Jurisprudentie
ZB7591
Datum uitspraak1998-04-29
Datum gepubliceerd2002-10-08
RechtsgebiedSociale zekerheid
Soort ProcedureHoger beroep
Instantie naamCentrale Raad van Beroep
Zaaknummers96/4754 CSV
Statusgepubliceerd
Datum gepubliceerd2002-10-08
RechtsgebiedSociale zekerheid
Soort ProcedureHoger beroep
Instantie naamCentrale Raad van Beroep
Zaaknummers96/4754 CSV
Statusgepubliceerd
Uitspraak
96/4754 CSV
U I T S P R A A K
in het geding tussen:
B.V. X., gevestigd te Y., appellante,
en
het Landelijk instituut sociale verzekeringen, gedaagde.

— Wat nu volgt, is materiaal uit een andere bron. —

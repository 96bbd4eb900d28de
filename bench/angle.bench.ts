// Angle-domain throughput: pulse detection, speed, order resampling (sinc / cubic), order spectrum and
// gear TSA on simulated gearbox recordings, plus the simulator itself. Prints figures; asserts nothing.
import { readFileSync } from 'node:fs';
import { dirname, join } from 'node:path';
import { fileURLToPath } from 'node:url';
import { loadMachineModel } from '../packages/kinematics/src/index.js';
import {
  detectPulses,
  gearIndicators,
  orderSpectrum,
  resampleToAngle,
  shaftAngleFromPulses,
  shaftSynchronousAverage,
  speedFromPulses,
} from '../packages/signal/src/index.js';
import { simulateRecording } from '../packages/simulator/src/index.js';

const root = join(dirname(fileURLToPath(import.meta.url)), '..');
const model = loadMachineModel(readFileSync(join(root, 'fixtures/machines/aeration-mixer-2.json'), 'utf8'));

function time<T>(label: string, samples: number, f: () => T): T {
  f(); // warm-up (JIT, FFT plans)
  const runs = 3;
  const t0 = performance.now();
  let out!: T;
  for (let r = 0; r < runs; r++) out = f();
  const ms = (performance.now() - t0) / runs;
  console.log(`${label.padEnd(44)} ${ms.toFixed(1).padStart(8)} ms   ${((samples / ms) * 1e-3).toFixed(2).padStart(7)} Msamples/s`);
  return out;
}

for (const [fs, durationS] of [[10_000, 10], [25_600, 10]] as const) {
  const n = fs * durationS;
  console.log(`\n${durationS} s at ${fs} Hz (${n} samples), speed ramp 1350 -> 1480 rpm, 1 pulse/rev tach`);
  const rec = time('simulateRecording (healthy + missing tooth)', n, () =>
    simulateRecording(model, {
      pointId: 'gb-input-h', sampleRateHz: fs, durationS, speedProfile: [1350, 1480], includeTach: true, seed: 1,
      faults: [{ fault: 'gear-missing-tooth', component: 'wheel-2', severity: 0.6 }],
    }),
  );
  const x = rec.channels[0]!.samples;
  const edges = time('detectPulses', n, () => detectPulses(rec.channels[1]!.samples, fs));
  const pulses = time('speedFromPulses', n, () => speedFromPulses(edges.edgeTimesS));
  const angle = time('shaftAngleFromPulses (spline at every sample)', n, () => shaftAngleFromPulses(pulses, n, fs));
  const sig = time('resampleToAngle sinc, maxOrder 160', n, () => resampleToAngle(x, fs, angle, { maxOrder: 160 }));
  time('resampleToAngle cubic, maxOrder 160', n, () => resampleToAngle(x, fs, angle, { maxOrder: 160, interpolation: 'cubic' }));
  time(`orderSpectrum (${sig.revolutions} rev x ${sig.samplesPerRev})`, sig.samples.length, () => orderSpectrum(sig));
  time('shaftSynchronousAverage + gearIndicators, wheel-2', n, () => {
    const tsa = shaftSynchronousAverage(x, fs, angle, (18 / 67) * (23 / 79) * 0.7128, { maxOrder: 276 });
    return gearIndicators(tsa.average, { teeth: 79, maxOrder: tsa.angleSignal.maxOrder });
  });
}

I. ONTSTAAN EN LOOP VAN HET GEDING
Met ingang van 1 maart 1997 is de Organisatiewet sociale
verzekeringen 1997 in werking getreden. Ingevolge de
Invoeringswet Organisatiewet sociale verzekeringen 1997 treedt
het Landelijk instituut sociale verzekeringen (hierna: Lisv)
in de plaats van de betrokken bedrijfsvereniging. In het
onderhavige geval is het Lisv in de plaats getreden van de
Bedrijfsvereniging voor de Metaalindustrie en de
Electrotechnische Industrie. In deze uitspraak wordt onder
gedaagde tevens verstaan het bestuur van deze
bedrijfsvereniging.
Onder dagtekening 30 december 1991 heeft gedaagde aan
appellante kennis gegeven van zijn beslissing dat appellante
op grond van artikel 16a van de Coördinatiewet Sociale
Verzekering (hierna: CwSV) tot een bedrag van in totaal
f 6.863.322,71 hoofdelijk aansprakelijk wordt gesteld voor de
premies ingevolge de Werkloosheidswet, de Wet op de
arbeidsongeschiktheidsverzekering, de Ziektewet en de
Ziekenfondswet (hierna: WW, WAO, ZW respectievelijk Zfw),
verschuldigd ten aanzien van werknemers die aan appellante in
1986, 1987 en 1988 ter beschikking werden gesteld door B.V. Z. te A.
De aansprakelijkstelling is subsidiair gebaseerd op artikel
16b van de CwSV.
De Arrondissementsrechtbank te Middelburg heeft bij uitspraak
van 16 april 1996 het namens appellante tegen deze beslissing
ingestelde beroep gegrond verklaard, voor zover de hoogte van
de aansprakelijkstelling is bepaald op een bedrag van
f 6.863.322,71, de bestreden beslissing in zoverre vernietigd,
de hoogte van de aansprakelijkstelling vastgesteld op een
bedrag van f 5.006.632,40 en het beroep voor het overige
ongegrond verklaard.
Namens appellante is mr P.Th.M. van den Oord, advocaat en
belastingadviseur te Utrecht, op bij aanvullend beroepschrift
d.d. 12 juli 1996 aangegeven gronden in hoger beroep gekomen
van deze uitspraak.
Gedaagde heeft bij schrijven van 12 september 1996 een
verweerschrift ingediend.
Desgevraagd heeft gedaagde bij brieven van 31 januari 1997 en
6 maart 1997 zijn standpunt nader onderbouwd.
Bij brief van 9 juni 1997 heeft mr Van den Oord, voornoemd,
van repliek gediend.
Bij brief van 30 juni 1997 heeft gedaagde medegedeeld geen
aanleiding te zien voor een nadere reactie.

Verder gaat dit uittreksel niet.